# Notebook: Offline program
This notebook contains the ofline program of the master thesis of Theo Vandeportaele. It can itterate over a few games in a certain folder and plot the distance and velocity graphs of every player that played in that certain game.

In [None]:
import floodlight.io.statsperform
import matplotlib.pyplot as plt
import numpy as np
import os
import re
import json

from tqdm import tqdm
from floodlight.core.xy import XY
from floodlight.models.kinematics import DistanceModel
from floodlight.models.kinematics import VelocityModel

In [None]:
# Folder with offline trackingdata of games in
path = ''

In [None]:
# Numerical way to sort over files
def numerical_sort(value):
    numbers = re.compile(r'(\d+)')
    parts = numbers.split(value)
    parts[1::2] = map(int, parts[1::2])
    return parts

In [None]:
# Load the average distance dictionary from the json file
file_path_dist = ''

with open(file_path_dist, 'r') as file_dist:
    avg_dist_dict = json.load(file_dist)

In [None]:
# Load the average velocity dictionary from the json file
file_path_vel = ''

with open(file_path_vel, 'r') as file_vel:
    avg_vel_dict = json.load(file_vel)

In [None]:
file_path_online = ''

with open(file_path_online, 'r') as file_online:
    online_json = json.load(file_online)

online_dist = online_json['44']['smoothed_array']

In [None]:
# Iterate over all folders in the path folder
# Each folder represents the data of a different game played this season
all_games_data = []

for file in tqdm(sorted(os.listdir(path), key=numerical_sort)):
    # Create tracking file full path
    filename = os.fsdecode(file)
    filename_tracking_data = path + filename
    print(filename_tracking_data)
        
    # Get teamsheets of tracking file
    teamsheets = floodlight.io.statsperform.read_teamsheets_from_position_data_txt(filename_tracking_data)
    
    # Determine if Club Brugge is the home or away team
    truncated_filename = filename.split("-", 1)[-1]
    print(truncated_filename)
    if truncated_filename.startswith("Club Brugge"):
        team = 'Home'
    else: 
        team = 'Away'
    print(team)

    # Get tracking data
    data = floodlight.io.statsperform.read_position_data_txt(filename_tracking_data)

    #
    # CALCULATION OF AVERAGE DISTANCE
    #
    
    # Create distance model and get cumulative distance of the first half
    xy_values = data[0][1][team]

    dm = DistanceModel()
    dm.fit(xy_values)
    cumulative_distance_covered = dm.cumulative_distance_covered()

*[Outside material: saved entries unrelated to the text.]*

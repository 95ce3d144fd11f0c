"""Standard uncertainty by the GUM law of propagation (JCGM 100:2008), and where it appears."""

from __future__ import annotations

import math

import pytest

from server.engine import calculate, evaluate
from server.engine.uncertainty import Balance, u_index, u_mean, u_water_content
from server.engine.water_content import water_content

T17 = (15.20, 45.62, 38.11)  # DESIGN.md example determination: tare, wet+tare, dry+tare (g)


def test_default_balance_reading_uncertainty_combines_resolution_and_calibration() -> None:
    # JCGM 100:2008 cl. F.2.2.1: a resolution of 0.01 g gives 0.01/sqrt(12) g; with a 0.005 g
    # calibration uncertainty, u = sqrt(0.01^2/12 + 0.005^2) = 0.0057735 g (computed).
    assert Balance().u_mass == pytest.approx(0.0057735, abs=1e-7)


def test_water_content_uncertainty_matches_a_numerical_propagation() -> None:
    # JCGM 100:2008 cl. 5.1.3: sensitivity coefficients may be found numerically. Central
    # differences of the ASTM D2216 formula, each mass moved by 1 mg.
    u_m = 0.02
    h = 0.001
    coeffs = []
    for i in range(3):
        up = list(T17)
        dn = list(T17)
        up[i] += h
        dn[i] -= h
        coeffs.append((water_content(*up) - water_content(*dn)) / (2 * h))
    expected = u_m * math.sqrt(sum(c * c for c in coeffs))
    assert u_water_content(*T17, u_m) == pytest.approx(expected, rel=1e-6)


def test_water_content_uncertainty_of_the_design_example() -> None:
    # Worked by hand: a = 7.51 g water, b = 22.91 g dry soil; coefficients 4.3649, 5.7957, 1.4308
    # per gram; with u = 0.0057735 g per reading, u(w) = 0.04270 % (computed).
    assert u_water_content(*T17, Balance().u_mass) == pytest.approx(0.04270, abs=5e-5)


def test_mean_of_two_equal_uncertainties_is_smaller_by_root_two() -> None:
    # JCGM 100:2008 eq. 10 for y = (x1 + x2)/2.
    assert u_mean([0.1, 0.1]) == pytest.approx(0.1 / math.sqrt(2))


def test_index_uncertainty_matches_a_numerical_propagation() -> None:
    # LI = (w - PL)/(LL - PL); central differences of the definition (JCGM 100:2008 cl. 5.1.3).
    w, ll, pl = 35.2, 40.0, 21.0
    uw, ull, upl = 0.05, 0.4, 0.1

    def li(a: float, b: float, c: float) -> float:
        return (a - c) / (b - c)

    h = 1e-4
    cw = (li(w + h, ll, pl) - li(w - h, ll, pl)) / (2 * h)
    cl = (li(w, ll + h, pl) - li(w, ll - h, pl)) / (2 * h)
    cp = (li(w, ll, pl + h) - li(w, ll, pl - h)) / (2 * h)
    expected = math.sqrt((cw * uw) ** 2 + (cl * ull) ** 2 + (cp * upl) ** 2)
    assert u_index(w, ll, pl, uw, ull, upl) == pytest.approx(expected, rel=1e-6)


def det(w: float, dry_soil_g: float = 20.0, tare_g: float = 10.0) -> dict[str, float]:
    return {
        "tare_g": tare_g,
        "dry_tare_g": tare_g + dry_soil_g,
        "wet_tare_g": tare_g + dry_soil_g * (1 + w / 100),
    }


def test_every_reported_value_of_a_full_set_carries_its_uncertainty_with_k_2() -> None:
    readings = {
        "water_content": {"determinations": [det(35.0)]},
        "liquid_limit": {
            "method": "ll-cup-multipoint",
            "trials": [{"blows": 15, **det(42.0)}, {"blows": 20, **det(40.8)}, {"blows": 28, **det(39.1)}],
        },
        "plastic_limit": {"determinations": [det(21.0), det(21.3)]},
        "clay_fraction": 31.0,
    }
    r = calculate("atterberg", readings).results
    keys = {
        "water_content",
        "liquid_limit",
        "flow_index",
        "plastic_limit",
        "plasticity_index",
        "liquidity_index",
        "consistency_index",
        "activity",
    }
    assert set(r["uncertainty"]) == keys
    for key in keys:
        entry = r["uncertainty"][key]
        assert entry["k"] == 2  # JCGM 100:2008 cl. 6.3.3, about 95 % coverage
        assert entry["U"] == pytest.approx(2 * entry["u"]) and entry["u"] > 0


def test_a_fitted_limit_includes_the_scatter_of_the_flow_curve() -> None:
    # Das (problem set) trials scatter about their line; on an exact line the fit adds nothing.
    scatter = calculate(
        "ll-cup-multipoint",
        {"trials": [{"blows": 15, **det(42.0)}, {"blows": 20, **det(40.8)}, {"blows": 28, **det(39.1)}]},
    ).results
    exact = calculate(
        "ll-cup-multipoint",
        {"trials": [{"blows": n, **det(40.0 - 10.0 * math.log10(n / 25))} for n in (15, 20, 28)]},
    ).results
    assert scatter["uncertainty"]["liquid_limit"]["u"] > 2 * exact["uncertainty"]["liquid_limit"]["u"]


def test_a_coarser_balance_gives_a_larger_uncertainty() -> None:
    fine = calculate("water-content", {"determinations": [det(30.0)]}).results
    coarse = calculate(
        "water-content",
        {"determinations": [det(30.0)], "balance": {"resolution_g": 0.1, "calibration_u_g": 0.05}},
    ).results
    ratio = coarse["uncertainty"]["water_content"]["u"] / fine["uncertainty"]["water_content"]["u"]
    assert ratio == pytest.approx(10.0)  # every component scaled by ten (JCGM 100:2008 eq. 10)


def test_refuses_a_balance_resolution_of_zero() -> None:
    ev = evaluate("water-content", {"determinations": [det(30.0)], "balance": {"resolution_g": 0}})
    assert [e.loc for e in ev.errors] == [("readings", "balance", "resolution_g")]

    # Create distance model and get cumulative distance of the second half
    xy_values_second = data[0][2][team]

    dm_2 = DistanceModel()
    dm_2.fit(xy_values_second)
    cumulative_distance_covered_2 = dm_2.cumulative_distance_covered()

    #
    # CALCULATION OF AVERAGE VELOCITY
    #

    # Create velocity model and get velocity of the first half
    vm = VelocityModel()
    vm.fit(xy_values)
    vm.velocity()

    # Create velocity model and get velocity of the second half
    vm_2 = VelocityModel()
    vm_2.fit(xy_values_second)
    vm_2.velocity()

    print(xy_values)
    print(xy_values_second)

    # Create id_mapping table to map the tracking file ID to the shirt number of the player
    id_mapping = data[1][team]

    all_players_data = {}
    
    for player_id in teamsheets[team]['jID']:
        # Use the id_mapping table to get the shirt number of the current player
        mapped_index = id_mapping[id_mapping['jID'] == player_id]['xID'].values.tolist()[0] - 1
        
        # Get the cumulative distance data of only that specific player
        cumulative_distance_data = cumulative_distance_covered.property[:, mapped_index]
        cumulative_distance_data_2 = cumulative_distance_covered_2.property[:, mapped_index]

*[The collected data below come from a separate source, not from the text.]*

"""Bulk and dry density by linear measurement (BS 1377-2:1990 cl. 7.2; ISO 17892-2; ASTM D7263 A)."""

from __future__ import annotations

import math
from typing import Any

import pytest

from server.engine import calculate, evaluate
from server.engine import phase_relations as pr

# The DESIGN.md example determination: w = 7.51 / 22.91 x 100 = 32.780445 % (ASTM D2216-19 formula, by hand)
WATER = {"determinations": [{"tare_g": 15.20, "wet_tare_g": 45.62, "dry_tare_g": 38.11}]}
W = 7.51 / 22.91 * 100
SPECIMEN = {"mass_g": 161.20, "diameter_mm": 38.1, "height_mm": 76.2}


def _volume_cm3(d_mm: float, h_mm: float) -> float:
    return math.pi * d_mm**2 * h_mm / 4 / 1000  # a right cylinder (BS 1377-2:1990 cl. 7.2)


def test_bulk_density_is_mass_over_measured_volume_and_dry_density_follows() -> None:
    # hand-worked from BS 1377-2:1990 cl. 7.2: V = pi 38.1^2 x 76.2 / 4 = 86.8750 cm³, rho = 161.20 / 86.8750
    # = 1.855540 Mg/m³, rho_d = rho / (1 + 0.327804) = 1.397449 Mg/m³
    assert _volume_cm3(38.1, 76.2) == pytest.approx(86.8750, abs=1e-4)
    ev = calculate("density", {"specimens": [SPECIMEN], "water_content": WATER})
    assert ev.results["bulk_density_mg_m3"] == pytest.approx(1.855540, abs=2e-6)
    assert ev.results["water_content"] == pytest.approx(32.7804, abs=1e-4)
    assert ev.results["dry_density_mg_m3"] == pytest.approx(1.397449, abs=2e-6)
    for key in ("void_ratio", "porosity", "degree_of_saturation"):
        assert key not in ev.results  # without a particle density (DESIGN.md section 8)


def test_bulk_density_is_the_mean_of_the_specimens_not_pooled_mass_over_pooled_volume() -> None:
    small = {"mass_g": 70.00, "diameter_mm": 38.0, "height_mm": 38.0}  # 1.62427 Mg/m³ (hand-worked, as above)
    ev = calculate("density", {"specimens": [SPECIMEN, small], "water_content": WATER})
    rho = [161.20 / _volume_cm3(38.1, 76.2), 70.00 / _volume_cm3(38.0, 38.0)]
    assert ev.results["bulk_density_determinations"] == [pytest.approx(r) for r in rho]
    assert ev.results["bulk_density_mg_m3"] == pytest.approx(sum(rho) / 2)  # DESIGN.md section 8
    pooled = 231.20 / (_volume_cm3(38.1, 76.2) + _volume_cm3(38.0, 38.0))
    assert (
        abs(ev.results["bulk_density_mg_m3"] - pooled) > 0.03
    )  # the two conventions differ: 1.7399 vs 1.7789 (hand-worked)


def test_with_a_particle_density_void_ratio_porosity_and_saturation_are_given() -> None:
    # phase relations (Head 2006 vol. 1 ch. 3, from memory), rho_w = 1.00 Mg/m³ (DESIGN.md section 8):
    # rho 1.90, w 20 % (0.20), rho_s 2.70: rho_d = 1.583333, e = 2.70/1.583333 - 1 = 0.705263,
    # n = 0.705263/1.705263 = 0.413580, S = 20 x 2.70 / 0.705263 = 76.5672 %
    assert pr.dry_density(1.90, 20.0) == pytest.approx(1.583333, abs=1e-6)
    e = pr.void_ratio(2.70, 1.90 / 1.2)
    assert e == pytest.approx(0.705263, abs=1e-6)
    assert pr.porosity(e) == pytest.approx(0.413580, abs=1e-6)
    assert pr.degree_of_saturation(20.0, 2.70, e) == pytest.approx(76.5672, abs=1e-4)
    ev = calculate(
        "density", {"specimens": [SPECIMEN], "water_content": WATER, "particle_density_mg_m3": 2.70}
    )
    rho_d = ev.results["dry_density_mg_m3"]
    assert ev.results["void_ratio"] == pytest.approx(2.70 / rho_d - 1)
    assert ev.results["porosity"] == pytest.approx(1 - rho_d / 2.70)  # n = 1 - rho_d / rho_s (definition)
    assert ev.results["degree_of_saturation"] * ev.results["void_ratio"] == pytest.approx(
        W * 2.70
    )  # S e = w G
    assert ev.results["degree_of_saturation"] == pytest.approx(95.0, abs=0.1)  # and no flag below 100 %
    assert ev.flags == []


def test_a_degree_of_saturation_above_100_percent_is_a_warning() -> None:
    # a warning when the computed saturation exceeds 100 % is common practice: the result is kept
    heavy = {**SPECIMEN, "mass_g": 172.40}  # rho 1.98446, rho_d 1.49454, e 0.80657, S 109.7 % (hand-worked)
    ev = calculate("density", {"specimens": [heavy], "water_content": WATER, "particle_density_mg_m3": 2.70})
    assert ev.results["degree_of_saturation"] == pytest.approx(109.73, abs=0.01)
    assert [(f.code, f.severity) for f in ev.flags] == [("saturation-above-100", "warning")]


def test_uncertainty_of_bulk_and_dry_density() -> None:
    # JCGM 100:2008 cl. 5.1.6: u_rel(rho)^2 = (u_m/m)^2 + (2 u_D/D)^2 + (u_H/H)^2,
    # u_m from the default balance, u_L = 0.01 mm / sqrt(12); dry density adds the water content's u
    # through rho/(1 + w)^2
    u_m = math.sqrt(0.01**2 / 12 + 0.005**2)
    u_l = 0.01 / math.sqrt(12)
    rho = 161.20 / _volume_cm3(38.1, 76.2)
    u_rho = rho * math.sqrt((u_m / 161.20) ** 2 + (2 * u_l / 38.1) ** 2 + (u_l / 76.2) ** 2)
    ev = calculate("density", {"specimens": [SPECIMEN], "water_content": WATER})
    unc = ev.results["uncertainty"]
    assert unc["bulk_density_mg_m3"]["u"] == pytest.approx(u_rho, rel=1e-9)
    u_w = unc["water_content"]["u"]
    f = 1 + W / 100
    assert unc["dry_density_mg_m3"]["u"] == pytest.approx(
        math.hypot(u_rho / f, rho * u_w / 100 / f**2), rel=1e-9
    )


@pytest.mark.parametrize(
    ("change", "loc", "kind"),
    [
        ({"specimens": [{**SPECIMEN, "diameter_mm": 0}]}, ("specimens", 0, "diameter_mm"), "invalid"),
        ({"specimens": [{**SPECIMEN, "height_mm": -76.2}]}, ("specimens", 0, "height_mm"), "invalid"),
        ({"specimens": [{**SPECIMEN, "mass_g": 0}]}, ("specimens", 0, "mass_g"), "invalid"),
        ({"specimens": [{**SPECIMEN, "mass_g": None}]}, ("specimens", 0, "mass_g"), "missing"),
        ({"specimens": []}, ("specimens",), "missing"),
        ({"water_content": None}, ("water_content",), "missing"),
        ({"particle_density_mg_m3": 0.95}, ("particle_density_mg_m3",), "invalid"),  # lighter than water
        (
            {"particle_density_mg_m3": 1.30},
            ("particle_density_mg_m3",),
            "invalid",
        ),  # below rho_d 1.397: no voids
    ],
)
def test_impossible_specimens_and_densities_are_refused_at_their_field(
    change: dict[str, Any], loc: tuple[Any, ...], kind: str
) -> None:
    readings = {"specimens": [SPECIMEN], "water_content": WATER, "particle_density_mg_m3": 2.70, **change}
    (error,) = evaluate("density", readings).errors
    assert (error.loc, error.kind) == (("readings", *loc), kind)


def test_the_water_content_part_is_read_as_every_water_content_is() -> None:
    bad = {"determinations": [{"tare_g": 15.20, "wet_tare_g": 35.00, "dry_tare_g": 38.11}]}  # dry above wet
    ev = evaluate("density", {"specimens": [SPECIMEN], "water_content": bad})
    (error,) = ev.errors
    assert error.loc == ("readings", "water_content", "determinations", 0, "dry_tare_g")
    assert error.message.startswith("water content, determination 1:")
    assert "dry_density_mg_m3" not in ev.results and ev.results["bulk_density_mg_m3"] > 0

        # Add the last element of the cumulative model of the first half to all the values of the second half
        # Otherwise, the values of the second half start again from 0
        last_element_data_1 = cumulative_distance_data[-1]
        result_array = cumulative_distance_data_2 + last_element_data_1

        # Concatenate the cumulative data from the first and the second half
        total_cum_data = np.concatenate((cumulative_distance_data, result_array), axis=0)

        # Create buckets that contain the total cumulative data per minute instead of the cumulative data per 0.04 seconds (original is per 0.04 seconds)
        data_points_per_minute = 25 * 60
        downsampled_data = total_cum_data[::data_points_per_minute]
        cumulative_distance_per_minute = np.gradient(downsampled_data)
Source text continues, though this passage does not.